Riguarda la partita se puoi, e vedrai quanto sia un gioco da provinciale, primo tempo compreso, la differenza era che loro avevano Barrow e Pasalic, altrimenti finiva male...


----------



## Davidoff (23 Settembre 2018)

Follia continuare con lui, ennesima stagione nel cesso. Potevamo ammazzare la partita molte volte e tocca vedere giocatori che sembrano non avere nemmeno voglia di segnare, assurdo.


----------



## danjr (23 Settembre 2018)

Admin ha scritto:


> Gattuso, a Sky, commenta il pareggio contro l'Atalanta. Ecco le parole del tecnico rossonero:"Sono arrabbiato? C'è grande rammarico. Arrabbiato no. Squadra a due facce. Grandissimo primo tempo, poi nell'ultima mezz'ora abbiamo fatto fatica. Siamo una squadra che non riesce a dare continuità. A tratti facciamo un buon calcio ma questo non basta. Dobbiamo migliorare. Se non chiudi le partite poi è normale che le partite diventino un problema. Le distanze sono molto importanti. Nel primo tempo erano corti, nel secondo tempo su 30 metri. Così i centrocampisti fanno fatica e andiamo in difficoltà. Quando vogliamo giocare in maniera diversa facciamo fatica: di seconde palle ne prendiamo poche. Giochiamo bene? Ma non basta. Non è sinonimo di vincere le partite. So che la mia squadra gioca bene ma preferisco fare punti. Stiamo toccando con mano che stiamo facendo buone prestazioni ma dobbiamo dare continuità di gioco, sofferenze e tenere bene il campo. Dobbiamo stare in partita per novanta minuti. Poche alternative? No, sono contento. Non vado alla ricerca di alibi. Siamo giovani ma non basta quello che stiamo facendo. E' un problema di squadra. Nel primo tempo abbiamo fatto una grandissima partita. Nell'ultima mezz'ora siamo stati irriconoscibili".

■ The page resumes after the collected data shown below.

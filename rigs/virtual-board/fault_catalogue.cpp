#include "rigs/virtual-board/fault_catalogue.hpp"

#include <algorithm>
#include <cctype>
#include <charconv>
#include <numeric>
#include <utility>

namespace halflsb::board {

namespace {

using F = Faults&;
using N = std::uint64_t;
using Ms = std::uint32_t;

template <DroppedBits rounding>
void round_by(F faults, N, Ms) {
    faults.deviation.rounding = rounding;
}

template <PassageFault fault>
void pass_by(F faults, N, Ms) {
    faults.passage.push_back(fault);
}

const std::vector<FaultEntry> entries = {
    {"A01", "truncation", "", "dropped bits are floored, not rounded", Shows::sum_or_product,
     round_by<DroppedBits::floor>},
    {"A02", "toward-zero", "", "dropped bits are cut toward zero, as C's division does", Shows::sum_or_product,
     round_by<DroppedBits::toward_zero>},
    {"A03", "half-away", "", "ties round away from zero, not upward", Shows::tie, round_by<DroppedBits::half_away>},
    {"A04", "products-truncated", "", "each product loses its low bits before the sum", Shows::product,
     [](F faults, N, Ms) { faults.deviation.products_truncated = true; }},
    {"A05", "rounding-twice", "", "the rounding constant is added twice", Shows::sum_or_product,
     round_by<DroppedBits::constant_twice>},
    {"A07", "wrap", "", "the output wraps instead of saturating", Shows::product,
     [](F faults, N, Ms) { faults.deviation.output_wraps = true; }},
    {"A08", "feedback-before-saturation", "", "the feedback takes the output before saturation", Shows::biquad,
     [](F faults, N, Ms) { faults.deviation.feedback_unsaturated = true; }},
    {"A10", "narrow-accumulator", "", "the running sum is as wide as a sample, and wraps", Shows::fixed_average,
     [](F faults, N, Ms) { faults.deviation.narrow_sum = true; }},
    {"C03", "coefficients-truncated", "", "coefficients are cast to integers, not rounded", Shows::quantised_table,
     [](F faults, N, Ms) { faults.tables.truncated = true; }},
    {"C05", "shift-off-by-one", "", "one bit too many is dropped", Shows::sum_or_product,
     [](F faults, N, Ms) { faults.deviation.shift_more = 1; }},
    {"C07", "a1-sign", "", "a1 has the sign of the design program", Shows::feedback,
     [](F faults, N, Ms) { faults.tables.a1_flipped = true; }},
    {"C10", "reversed-taps", "", "taps stand in the wrong order of time", Shows::asymmetric_fir,
     [](F faults, N, Ms) { faults.tables.reversed = true; }},
    {"S01", "one-sample-late", "", "the output of the previous call", Shows::any_filter,
     pass_by<PassageFault::one_sample_late>},
    {"S02", "window-15", "", "the window is one sample short, the divisor is not", Shows::fixed_average,
     [](F faults, N, Ms) { faults.deviation.points_less = 1; }},
    {"S06", "half-reset", "", "a reset clears the first half of the state", Shows::steady_rate,
     pass_by<PassageFault::reset_clears_half>},
    {"S07", "no-reset", "", "a reset does nothing", Shows::steady_rate, pass_by<PassageFault::never_reset>},
    {"S11", "state-lost", "", "the state is lost at each block boundary", Shows::steady_rate,
     pass_by<PassageFault::lost_at_block_boundary>},
    {"S15", "shared-state", "", "both channels pass one filter and share its state", Shows::two_like_channels,
     [](F faults, N, Ms) { faults.channels.shared_state = true; }},
    {"S16", "crosstalk", "", "a 128th of channel 1's input (-42 dB) is added to channel 2's output",
     Shows::two_channels, [](F faults, N, Ms) { faults.channels.crosstalk = true; }},
    {"channels-swapped", "", "", "each channel's filter gets the other channel's samples", Shows::two_channels,
     [](F faults, N, Ms) { faults.channels.swapped = true; }},
    {"S20", "bypass", "", "the output is the input", Shows::steady_rate, pass_by<PassageFault::bypass>},
    {"N01", "offset-kept", "", "the mid-code is not subtracted from the input", Shows::offset_binary,
     [](F faults, N, Ms) { faults.deviation.offset_kept = true; }},
    {"N02", "offset-missing", "", "the mid-code is not added to the output, which stays signed", Shows::offset_binary,
     [](F faults, N, Ms) { faults.deviation.offset_missing = true; }},
    {"N04", "byte-swap", "", "the bytes of each input sample are swapped", Shows::several_bytes,
     pass_by<PassageFault::bytes_swapped>},
    {"N06", "polarity", "", "the input is inverted", Shows::any_filter, pass_by<PassageFault::polarity_inverted>},
    {"wrong-justification", "", "", "output words are left-justified instead of right, or the other way",
     Shows::spare_bits, [](F faults, N, Ms) { faults.wrong_justification = true; }},
    {"settings-ignored", "", "", "a setting is taken and has no effect", Shows::setting,
     [](F faults, N, Ms) { faults.settings_ignored = true; }},
    {"D01", "half-buffer-repeated", "", "each 10th half-buffer of 32 input samples is its predecessor",
     Shows::any_filter, pass_by<PassageFault::half_buffer_repeated>},
    {"D03", "sample-dropped", "", "each 1000th input sample is lost, the output held", Shows::any_filter,
     pass_by<PassageFault::sample_dropped>},
    {"D04", "sample-duplicated", "", "each 1000th input sample is filtered twice", Shows::any_filter,
     pass_by<PassageFault::sample_duplicated>},
    {"held-output", "", "", "the output is held while it moves by less than 4 codes a sample", Shows::whole_numbers,
     pass_by<PassageFault::output_held>},
    {"added-noise", "", "", "noise of -8 to 8 codes is added to the output", Shows::whole_numbers,
     pass_by<PassageFault::noise_added>},
    {"drift", "", "", "the output rises by a code each 1000 samples", Shows::whole_numbers,
     pass_by<PassageFault::output_drifts>},
    {"slow-sample", "", "", "each 1000th sample takes 2 ms longer; the codes are right", Shows::steady_rate,
     pass_by<PassageFault::slow_sample>},
    {"flip-byte", "", "N", "each Nth byte toward the host has a bit flipped", Shows::line,
     [](F faults, N n, Ms) { faults.line.flip_every = n; }},
    {"drop-byte", "", "N", "each Nth byte toward the host is lost", Shows::line,
     [](F faults, N n, Ms) { faults.line.drop_every = n; }},
    {"repeat-byte", "", "N", "each Nth byte toward the host comes twice", Shows::line,
     [](F faults, N n, Ms) { faults.line.repeat_every = n; }},
    {"flip-in", "", "N", "each Nth byte toward the board has a bit flipped", Shows::line,
     [](F faults, N n, Ms) { faults.line.flip_in_every = n; }},
    {"drop-in", "", "N", "each Nth byte toward the board is lost", Shows::line,
     [](F faults, N n, Ms) { faults.line.drop_in_every = n; }},
    {"stall", "", "N:MS", "after each N bytes toward the host the line stands still for MS milliseconds", Shows::line,
     [](F faults, N n, Ms ms) {
         faults.line.stall_every = n;
         faults.line.stall_ms = ms;
     }},
    {"garbage", "", "", "a boot message at power-up and before the first answer", Shows::line,
     [](F faults, N, Ms) { faults.line.garbage = true; }},
    {"silent", "", "", "never answers", Shows::line, [](F faults, N, Ms) { faults.line.silent = true; }},
    {"first-stream-silent", "", "", "greets and starts, but never answers the first stream", Shows::line,
     [](F faults, N, Ms) { faults.line.first_stream_silent = true; }},
    {"echo-only", "", "", "returns each byte as it came", Shows::line,
     [](F faults, N, Ms) { faults.line.echo_only = true; }},
    {"wrong-build-id", "", "", "greets with the build-id of another image", Shows::line,
     [](F faults, N, Ms) { faults.line.wrong_build_id = true; }},
    {"unplug", "", "N", "the device is gone after N blocks", Shows::line,
     [](F faults, N n, Ms) { faults.line.unplug_after = n; }},
    {"restart", "", "N", "starts anew after N blocks, once: the stream is forgotten", Shows::line,
     [](F faults, N n, Ms) { faults.line.restart_after = n; }},
};

std::size_t edits_between(std::string_view a, std::string_view b) {
    std::vector<std::size_t> row(b.size() + 1);
    std::iota(row.begin(), row.end(), std::size_t{0});
    for (std::size_t i = 1; i <= a.size(); ++i) {
        std::size_t diagonal = std::exchange(row[0], i);
        for (std::size_t j = 1; j <= b.size(); ++j) {
            const std::size_t changed = diagonal + (std::tolower(a[i - 1]) != std::tolower(b[j - 1]) ? 1 : 0);
            diagonal = row[j];
            row[j] = std::min({changed, row[j] + 1, row[j - 1] + 1});
        }
    }
    return row.back();
}

const FaultEntry* find_entry(std::string_view name) {
    for (const FaultEntry& entry : entries) {
        if (edits_between(name, entry.id) == 0) return &entry;
        if (!entry.alias.empty() && edits_between(name, entry.alias) == 0) return &entry;
    }
    return nullptr;
}

template <typename Number>
bool read_number(std::string_view text, Number& number) {
    const auto [end, error] = std::from_chars(text.data(), text.data() + text.size(), number);
    return error == std::errc{} && end == text.data() + text.size() && number > 0;
}

std::string filters_showing(const FaultEntry& entry, const std::vector<FilterParts>& filters) {
    std::string names;
    for (const FilterParts& filter : filters) {
        if (!shows_in(entry.shows, filter)) continue;
        if (!names.empty()) names += ", ";
        names += filter.name;
    }
    return names;
}

}  // namespace

bool shows_in(Shows shows, const FilterParts& filter) {
    const FilterKind kind = filter.kind;
    const bool biquad = kind == FilterKind::biquad_q15 || kind == FilterKind::biquad_q31;
    const bool fir = kind == FilterKind::symmetric_fir || kind == FilterKind::asymmetric_fir;
    switch (shows) {
        case Shows::two_channels:
            return filter.channels.size() == 2;
        case Shows::two_like_channels:
            return filter.channels.size() == 2 && filter.channels_alike;
        default:
            break;
    }
    if (!filter.channels.empty()) {
        return std::any_of(filter.channels.begin(), filter.channels.end(),
                           [shows](const FilterParts& channel) { return shows_in(shows, channel); });
    }
    switch (shows) {
        case Shows::steady_rate:
            return kind != FilterKind::rate;
        case Shows::whole_numbers:
            return kind != FilterKind::rate && !is_float(filter.format);
        case Shows::fixed_average:
            return kind == FilterKind::average;
        // 30 bits are dropped from a q31 section: no stimulus of ours meets a tie there.
        case Shows::tie:
            return kind == FilterKind::average || fir || kind == FilterKind::biquad_q15;
        case Shows::sum_or_product:
            return kind == FilterKind::average || fir || biquad;
        case Shows::product:
            return fir || biquad;
        case Shows::quantised_table:
            return fir || biquad;
        case Shows::biquad:
            return biquad;
        case Shows::feedback:
            return biquad || kind == FilterKind::biquad_f32;
        case Shows::asymmetric_fir:
            return kind == FilterKind::asymmetric_fir;
        case Shows::offset_binary:
            return zero_code(filter.format) != 0;
        case Shows::spare_bits:
            return has_spare_bits(filter.format);
        case Shows::several_bytes:
            return word_bytes(filter.format) > 1;
        case Shows::setting:
            return kind == FilterKind::adjustable_average;
        default:
            return true;  // any filter, and the line
    }
}

const std::vector<FaultEntry>& fault_catalogue() { return entries; }

std::string_view nearest(std::string_view word, const std::vector<std::string_view>& words) {
    return *std::min_element(words.begin(), words.end(), [word](std::string_view a, std::string_view b) {
        return edits_between(word, a) < edits_between(word, b);
    });
}

std::string add_fault(std::string_view text, const std::vector<FilterParts>& chosen, Faults& faults) {
    const std::size_t equals = text.find('=');
    const std::string name(text.substr(0, equals));
    const std::string_view argument = equals == std::string_view::npos ? std::string_view{} : text.substr(equals + 1);
    const FaultEntry* entry = find_entry(name);
    if (entry == nullptr) {
        std::vector<std::string_view> known;
        for (const FaultEntry& other : entries) {
            known.push_back(other.id);
            if (!other.alias.empty()) known.push_back(other.alias);
        }
        return "no fault is called \"" + name + "\"; the nearest is \"" + std::string(nearest(name, known)) + "\"";
    }
    const std::string as_needed = "\"" + std::string(entry->id) + "\" is written " + std::string(entry->id) +
                                  (entry->argument.empty() ? "" : "=" + std::string(entry->argument));
    if (entry->argument.empty() != argument.empty()) return as_needed;
    std::uint64_t n = 0;
    std::uint32_t ms = 0;
    if (entry->argument == "N" && !read_number(argument, n)) return as_needed + ", N a whole number above 0";
    if (entry->argument == "N:MS") {
        const std::size_t colon = argument.find(':');
        if (colon == std::string_view::npos || !read_number(argument.substr(0, colon), n) ||
            !read_number(argument.substr(colon + 1), ms)) {
            return as_needed + ", both whole numbers above 0";
        }
    }
    if (std::none_of(chosen.begin(), chosen.end(),
                     [&](const FilterParts& filter) { return shows_in(entry->shows, filter); })) {
        return "none of the chosen filters can show \"" + name + "\": " + std::string(entry->what);
    }
    entry->put(faults, n, ms);
    faults.names.emplace_back(text);
    return "";
}

std::string filter_list(const std::vector<FilterParts>& filters) {
    std::string list;
    std::size_t width = 0;
    for (const FilterParts& filter : filters) width = std::max(width, filter.name.size() + 2);
    for (const FilterParts& filter : filters) {
        std::string name = filter.name, format = text_of(filter.format);
        if (filter.channels.size() > 1) format += ", " + std::to_string(filter.channels.size()) + " channels";
        name.resize(width, ' ');
        format.resize(std::max<std::size_t>(format.size() + 2, 22), ' ');
        list += name + format + filter.what + "\n";
    }
    return list;
}

std::string fault_list(const std::vector<FilterParts>& filters) {
    std::string list;
    for (const FaultEntry& entry : entries) {
        std::string name(entry.id);
        if (!entry.argument.empty()) name += "=" + std::string(entry.argument);
        if (!entry.alias.empty()) name += ", " + std::string(entry.alias);
        name.resize(std::max<std::size_t>(name.size() + 2, 34), ' ');
        list += name + std::string(entry.what);
        if (entry.shows == Shows::any_filter) list += " [any filter]";
        if (entry.shows != Shows::any_filter && entry.shows != Shows::line) {
            list += " [" + filters_showing(entry, filters) + "]";
        }
        list += "\n";
    }
    return list;
}

}  // namespace halflsb::board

Facciamo schifo, siamo massimo da sesto posto


----------



## Lineker10 (23 Settembre 2018)

rossonerosempre ha scritto:


> Panchinare Donnarumma e Suso. Suso rallenta la manovra, meglio Castilejo, Donnarumma pure è bollito



Suso ha fatto due assist, oggi proprio non è la partita per criticarlo


----------



## zlatan (23 Settembre 2018)

Incredibile 2 assist gol e un altro con gol mangiato da Chala e siamo qui a criticare Suso
Nn ho letto tutti i post ma sicuramente qualcuno avrà criticato pure Jack
Ragazzi ripigliamoci


----------



## zlatan (23 Settembre 2018)

Manue ha scritto:


> Torno ora dallo stadio dove vedere la partita è sempre più esaustivo che vederla in tv.
> Non ci siamo.
> Io anche il primo tempo ho visto un non gioco, c’era in atto l’inseguire l’avversario, il giocare la palla indietro, il non rischiare mai,
> troppa preoccupazione a difendere il misero vantaggio, nessuna rabbia di chiudere il match.
> ...



Arrivo anche io dallo stadio e Dio sa le bestemmie che ho tirato. 
Eppure abbiamo fatto un grande primo tempo. 
È questo mi fa inxxare ancora di più nn si possono avere 7/8 palle gol nitide e portare a casa un punto
Questo é l'ennesimo anno da settimo posto e cambiare allenatore storicamente fa solo peggiorare le cose...


----------



## luigi61 (23 Settembre 2018)

zlatan ha scritto:


> Incredibile 2 assist gol e un altro con gol mangiato da Chala e siamo qui a criticare Suso
> Nn ho letto tutti i post ma sicuramente qualcuno avrà criticato pure Jack
> Ragazzi ripigliamoci



Sì è vero stasera niente da dire sui due ma abbiamo come ho scritto già tante volte un turco altamente discontinuo che azzecca una partita su 3 e un gioco corale praticamente inesistente; la buona prestazione di Suso e Bonaventura in questo contesto èservita a poco e perfino Higuain che è un'alieno rispetto a tutti gli altri non riesce , come normale che sia, a cambiare da solo le partite; ne vedremo molte di partite così


----------



## Lineker10 (23 Settembre 2018)

Admin ha scritto:


> Gattuso, a Sky, commenta il pareggio contro l'Atalanta. Ecco le parole del tecnico rossonero:"Sono arrabbiato? C'è grande rammarico. Arrabbiato no. Squadra a due facce. Grandissimo primo tempo, poi nell'ultima mezz'ora abbiamo fatto fatica. Siamo una squadra che non riesce a dare continuità. A tratti facciamo un buon calcio ma questo non basta. Dobbiamo migliorare. Se non chiudi le partite poi è normale che le partite diventino un problema. Le distanze sono molto importanti. Nel primo tempo erano corti, nel secondo tempo su 30 metri. Così i centrocampisti fanno fatica e andiamo in difficoltà. Quando vogliamo giocare in maniera diversa facciamo fatica: di seconde palle ne prendiamo poche. Giochiamo bene? Ma non basta. Non è sinonimo di vincere le partite. So che la mia squadra gioca bene ma preferisco fare punti. Stiamo toccando con mano che stiamo facendo buone prestazioni ma dobbiamo dare continuità di gioco, sofferenze e tenere bene il campo. Dobbiamo stare in partita per novanta minuti. Poche alternative? No, sono contento. Non vado alla ricerca di alibi. Siamo giovani ma non basta quello che stiamo facendo. E' un problema di squadra. Nel primo tempo abbiamo fatto una grandissima partita. Nell'ultima mezz'ora siamo stati irriconoscibili".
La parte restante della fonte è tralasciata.